The trap closed in. Back and forth at the upper end the White Mustang worked; then rendered desperate by the closing in, he circled round nearer to me. Fire shone in his wild eyes. The wily Jones was not to be outwitted; he kept in the middle, always on the move, and he yelled to me to open up.

I lost my voice again, and fired my last shot. Then the White Mustang burst into a dash of daring, despairing speed. It was his last magnificent effort. Straight for the wash at the upper end he pointed his racy, spirited head, and his white legs stretched far apart, twinkled and stretched again. Jones galloped to cut him off, and the yells he emitted were demoniacal. It was a long, straight race for the mustang, a short curve for the bay.

That the white stallion gained was as sure as his resolve to elude capture, and he never swerved a foot from his course. Jones might have headed him, but manifestly he wanted to ride with him, as well as to meet him, so in case the lasso went true, a terrible shock might be averted.

Up went Jones's arm as the space shortened, and the lasso ringed his head. Out it shot, lengthened like a yellow, striking snake, and fell just short of the flying white tail.

The White Mustang, fulfilling his purpose in a last heroic display of power, sailed into the air, up and up, and over the wide wash like a white streak. Free! the dust rolled in a cloud from under his hoofs, and he vanished.

Jones's superb horse, crashing down on his haunches, just escaped sliding into the hole.

I awoke to the realization that Satan had carried me, in pursuit of the thrilling chase, all the way across the circle without my knowing it.

Jones calmly wiped the sweat from his face, calmly coiled his lasso, and calmly remarked:

"In trying to capture wild animals a man must never be too sure. Now what I thought my strong point was my weak point—the wash. I made sure no horse could ever jump that hole."

Not far from the scene of our adventure with the White Streak as we facetious and appreciatively named the mustang, deep, flat cave indented the canyon wall. By reason of its sandy floor and close proximity to Frank's trickling spring, we decided to camp in it. About dawn Lawson and Stewart straggled in on spent horse and found awaiting them a bright fire, a hot supper and cheery comrades.

"Did yu fellars git to see him?" was the ranger's first question.

"Did we get to see him?" echoed five lusty voice as one. "We did!"

It was after Frank, in his plain, blunt speech had told of our experience, that the long Arizonian gazed fixedly at Jones.

"Did yu acktully tech the hair of thet mustang with a rope?"

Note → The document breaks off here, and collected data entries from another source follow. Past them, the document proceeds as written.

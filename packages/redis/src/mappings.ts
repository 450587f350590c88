/**
 * Ready-made mappings for the common shapes of live data in Redis. Each states whether it is
 * idempotent under replay (the same record written twice leaves the same data as once).
 */
import type { RecordMeta } from '@spillway/core';
import { invalidOption } from '@spillway/core/kit';
import type { RedisArg, RedisCommand, RedisMapping } from './commands.js';

/** A value taken from the record (and its metadata). */
type From<T, V> = (record: T, meta: RecordMeta | undefined) => V;

function fn<F>(name: string, value: unknown): F {
  if (typeof value !== 'function') throw invalidOption(name, 'a function', value);
  return value as F;
}

function ttlOption<T>(name: string, value: unknown): From<T, number> | undefined {
  if (value === undefined) return undefined;
  if (typeof value === 'function') return value as From<T, number>;
  if (typeof value === 'number' && Number.isInteger(value) && value > 0) return () => value;
  throw invalidOption(name, 'an integer > 0 (milliseconds) or a function returning one', value);
}

function flatten(
  fields: Readonly<Record<string, RedisArg>> | ReadonlyMap<string, RedisArg>,
  into: RedisArg[],
): void {
  if (fields instanceof Map) {
    for (const [k, v] of fields) into.push(k, v);
    return;
  }
  // for…in over own fields: no intermediate entries array on the hot path.
  for (const k in fields) into.push(k, (fields as Readonly<Record<string, RedisArg>>)[k]!);
}

// ------------------------------------------------------------------------------------ string

export interface StringValueMapping<T> {
  /** @example (r) => `tandem:dock:${r.dockId}:status` */
  key: From<T, string | Buffer>;
  /** The value, as text or bytes. @example (r) => JSON.stringify(r) */
  value: From<T, string | Buffer>;
  /** Expiry in ms (`SET … PX`), fixed or per record; none when undefined. @default undefined */
  ttlMs?: number | From<T, number>;
}

/** `SET key value [PX ttl]`. Idempotent: a replay writes the same value again. */
export function stringValue<T>(options: StringValueMapping<T>): RedisMapping<T> {
  const key = fn<From<T, string | Buffer>>('key', options?.key);
  const value = fn<From<T, string | Buffer>>('value', options.value);
  const ttl = ttlOption<T>('ttlMs', options.ttlMs);
  return {
    name: 'string',
    idempotent: true,
    commands(record, meta): RedisCommand {
      if (ttl === undefined) return ['SET', key(record, meta), value(record, meta)];
      return ['SET', key(record, meta), value(record, meta), 'PX', ttl(record, meta)];
    },
  };
}

// ------------------------------------------------------------------------------------ hash

export interface HashFieldsMapping<T> {
  /** @example (r) => `tandem:dock:${r.dockId}` */
  key: From<T, string | Buffer>;
  /** Fields to set (others in the hash are kept). @example (r) => ({ free: r.free, bikes: r.bikes }) */
  fields: From<T, Readonly<Record<string, RedisArg>> | ReadonlyMap<string, RedisArg>>;
  /** Expiry of the whole hash in ms (`PEXPIRE` after `HSET`); none when undefined. @default undefined */
  ttlMs?: number | From<T, number>;
}

/** `HSET key f1 v1 f2 v2 …` [+ `PEXPIRE key ttl`]. Idempotent: a replay sets the same fields. */
export function hashFields<T>(options: HashFieldsMapping<T>): RedisMapping<T> {
  const key = fn<From<T, string | Buffer>>('key', options?.key);
  const fields = fn<HashFieldsMapping<T>['fields']>('fields', options.fields);
  const ttl = ttlOption<T>('ttlMs', options.ttlMs);
  return {
    name: 'hash',
    idempotent: true,
    commands(record, meta) {
      const k = key(record, meta);
      const hset: [string, ...RedisArg[]] = ['HSET', k];
      flatten(fields(record, meta), hset);
      return ttl === undefined ? hset : [hset, ['PEXPIRE', k, ttl(record, meta)]];
    },
  };
}

// ------------------------------------------------------------------------------------ sorted set

export interface SortedSetMemberMapping<T> {
  /** @example (r) => `tandem:district:${r.district}:free` */
  key: From<T, string | Buffer>;
  /** @example (r) => r.dockId */
  member: From<T, string | Buffer>;
  /** @example (r) => r.freeSlots */
  score: From<T, number>;
}

/** `ZADD key score member`. Idempotent: a replay sets the same score. */
export function sortedSetMember<T>(options: SortedSetMemberMapping<T>): RedisMapping<T> {
  const key = fn<From<T, string | Buffer>>('key', options?.key);
  const member = fn<From<T, string | Buffer>>('member', options.member);
  const score = fn<From<T, number>>('score', options.score);
  return {
    name: 'sorted-set',
    idempotent: true,
    commands(record, meta): RedisCommand {
      // Scores travel as text; String() keeps 17 significant digits, enough for a double.
      return ['ZADD', key(record, meta), String(score(record, meta)), member(record, meta)];
    },
  };
}

// ------------------------------------------------------------------------------------ stream

export interface StreamEntryMapping<T> {
  /** @example (r) => `tandem:events:${r.district}` */
  key: From<T, string | Buffer>;
  /** The entry's fields. @example (r) => ({ dock: r.dockId, kind: r.kind }) */
  fields: From<T, Readonly<Record<string, RedisArg>> | ReadonlyMap<string, RedisArg>>;
  /**
   * Trim the stream to about this many entries (`MAXLEN ~ n`); none when undefined.
   * @default undefined
   * @example 100000
   */
  maxLen?: number;
  /** Trim to exactly `maxLen` (`MAXLEN = n`, slower) instead of about it. @default false */
  exactTrim?: boolean;
  /**
   * Entry id. `'auto'` lets the server pick one (`*`): NOT idempotent, a replay adds the entry
   * again. A function gives an explicit, strictly increasing id per stream (e.g. `offsetStreamId`):
   * a replay is refused by the server as "equal or smaller than the top item" and counted as
   * written, which makes the mapping idempotent.
   * @default 'auto'
   * @example offsetStreamId
   */
  id?: 'auto' | From<T, string>;
}

/**
 * A stream id derived from the record's source offset: `0-<offset + 1>` (ids must be above 0-0).
 * Strictly increasing within one source partition; give each partition its own stream key (or
 * never mix partitions in one stream), or later offsets of one partition would be refused as
 * replays after a higher offset of another.
 */
export function offsetStreamId(_record: unknown, meta: RecordMeta | undefined): string {
  if (meta?.offset === undefined) {
    throw invalidOption('meta.offset', 'a source offset for an offset-derived stream id', meta?.offset);
  }
  return `0-${BigInt(meta.offset) + 1n}`;
}

/** The reply to XADD with an id at or below the stream's last id. Source: Redis documentation, XADD. */
const STALE_ID = /^ERR The ID specified in XADD is equal or smaller than the target stream top item/;

/** `XADD key [MAXLEN ~ n] id|* f1 v1 …`. Idempotent only with an explicit `id`. */
export function streamEntry<T>(options: StreamEntryMapping<T>): RedisMapping<T> {
  const key = fn<From<T, string | Buffer>>('key', options?.key);
  const fields = fn<StreamEntryMapping<T>['fields']>('fields', options.fields);
  const { maxLen, exactTrim = false, id = 'auto' } = options;
  if (maxLen !== undefined && !(Number.isInteger(maxLen) && maxLen >= 0))
    throw invalidOption('maxLen', 'an integer >= 0', maxLen);
  if (typeof exactTrim !== 'boolean') throw invalidOption('exactTrim', 'a boolean', exactTrim);
  if (id !== 'auto' && typeof id !== 'function')
    throw invalidOption('id', "'auto' or a function returning a stream id", id);
  const trim: RedisArg[] = maxLen === undefined ? [] : ['MAXLEN', exactTrim ? '=' : '~', maxLen];
  const explicit = id !== 'auto';
  return {
    name: 'stream',
    idempotent: explicit,
    commands(record, meta): RedisCommand {
      const args: RedisArg[] = [key(record, meta), ...trim, explicit ? id(record, meta) : '*'];
      flatten(fields(record, meta), args);
      return ['XADD', ...args];
    },
    ...(explicit
      ? {
          isReplay(error: unknown): boolean {
            return error instanceof Error && error.name === 'ReplyError' && STALE_ID.test(error.message);
          },
        }
      : {}),
  };
}

// ------------------------------------------------------------------------------------ counter

export interface CounterMapping<T> {
  /** @example (r) => `tandem:dock:${r.dockId}:rentals` */
  key: From<T, string | Buffer>;
  /** The increment (an integer; negative decrements). @example (r) => 1 */
  by: From<T, number>;
  /** Hash field to count in (`HINCRBY`) instead of the key itself (`INCRBY`). @default undefined */
  field?: From<T, string | Buffer>;
  /**
   * Makes the counter idempotent: a marker key per record (e.g. from its source offset) is set
   * with `SET NX PX` in the same script as the increment, and a record whose marker exists is not
   * counted again. Costs one short-lived key per record; keep `ttlMs` longer than any replay.
   * With a cluster client, the marker must share the counter's slot (use a `{hash tag}`).
   * @default undefined (not idempotent: a replay counts twice)
   * @example { key: (r, m) => `tandem:seen:{${r.dockId}}:${m?.partition}:${m?.offset}`, ttlMs: 86_400_000 }
   */
  dedupe?: { key: From<T, string | Buffer>; ttlMs: number };
}

// KEYS[1] counter, KEYS[2] marker; ARGV[1] increment, ARGV[2] marker ttl, ARGV[3] hash field (optional).
const DEDUPED_INCREMENT = `if redis.call('SET', KEYS[2], '1', 'NX', 'PX', ARGV[2]) then
  if ARGV[3] then return redis.call('HINCRBY', KEYS[1], ARGV[3], ARGV[1]) end
  return redis.call('INCRBY', KEYS[1], ARGV[1])
end
return false`;

/**
 * `INCRBY key n` or `HINCRBY key field n`. NOT idempotent: a replay counts again. With `dedupe`
 * it runs a small script (`EVAL`) that counts each marker once, which makes it idempotent.
 */
export function counter<T>(options: CounterMapping<T>): RedisMapping<T> {
  const key = fn<From<T, string | Buffer>>('key', options?.key);
  const by = fn<From<T, number>>('by', options.by);
  const field =
    options.field === undefined ? undefined : fn<From<T, string | Buffer>>('field', options.field);
  const dedupe = options.dedupe;
  if (dedupe !== undefined) {
    fn('dedupe.key', dedupe?.key);
    if (!(Number.isInteger(dedupe.ttlMs) && dedupe.ttlMs > 0))
      throw invalidOption('dedupe.ttlMs', 'an integer > 0', dedupe.ttlMs);
  }
  return {
    name: 'counter',
    idempotent: dedupe !== undefined,
    scripted: dedupe !== undefined,
    commands(record, meta): RedisCommand {
      const n = by(record, meta);
      if (dedupe !== undefined) {
        const args: RedisArg[] = [
          DEDUPED_INCREMENT,
          2,
          key(record, meta),
          dedupe.key(record, meta),
          n,
          dedupe.ttlMs,
        ];
        if (field !== undefined) args.push(field(record, meta));
        return ['EVAL', ...args];
      }
      return field === undefined
        ? ['INCRBY', key(record, meta), n]
        : ['HINCRBY', key(record, meta), field(record, meta), n];
    },
  };
}

// ------------------------------------------------------------------------------------ custom

export interface CustomMapping<T> {
  /** @default 'custom' */
  name?: string;
  /** Whether a replay leaves the same data; decides the default of `onUnknownOutcome`. */
  idempotent: boolean;
  commands: RedisMapping<T>['commands'];
  isReplay?: RedisMapping<T>['isReplay'];
}

/** Any commands: the user says whether they are idempotent. */
export function commandMapping<T>(options: CustomMapping<T>): RedisMapping<T> {
  const commands = fn<RedisMapping<T>['commands']>('commands', options?.commands);
  if (typeof options.idempotent !== 'boolean')
    throw invalidOption('idempotent', 'a boolean', options.idempotent);
  const isReplay =
    options.isReplay === undefined
      ? undefined
      : fn<NonNullable<RedisMapping<T>['isReplay']>>('isReplay', options.isReplay);
  return {
    name: options.name ?? 'custom',
    idempotent: options.idempotent,
    commands,
    ...(isReplay ? { isReplay } : {}),
  };
}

In all his days Jones never had a greater complement. By way of reply, he moved his big hand to button of his coat, and, fumbling over it, unwound a string of long, white hairs, then said: "I pulled these out of his tail with my lasso; it missed his left hind hoof about six inches."

There were six of the hairs, pure, glistening white, and over three feet long. Stewart examined then in expressive silence, then passed them along; and when they reached me, they stayed.

The cave, lighted up by a blazing fire, appeared to me a forbidding, uncanny place. Small, peculiar round holes, and dark cracks, suggestive of hidden vermin, gave me a creepy feeling; and although not over-sensitive on the subject of crawling, creeping things, I voiced my disgust.

"Say, I don't like the idea of sleeping in this hole. I'll bet it's full of spiders, snakes and centipedes and other poisonous things."

Whatever there was in my inoffensive declaration to rouse the usually slumbering humor of the Arizonians, and the thinly veiled ridicule of Colonel Jones, and a mixture of both in my once loyal California friend, I am not prepared to state. Maybe it was the dry, sweet, cool air of Nail Canyon; maybe my suggestion awoke ticklish associations that worked themselves off thus; maybe it was the first instance of my committing myself to a breach of camp etiquette. Be that as it may, my innocently expressed sentiment gave rise to bewildering dissertations on entomology, and most remarkable and startling tales from first-hand experience.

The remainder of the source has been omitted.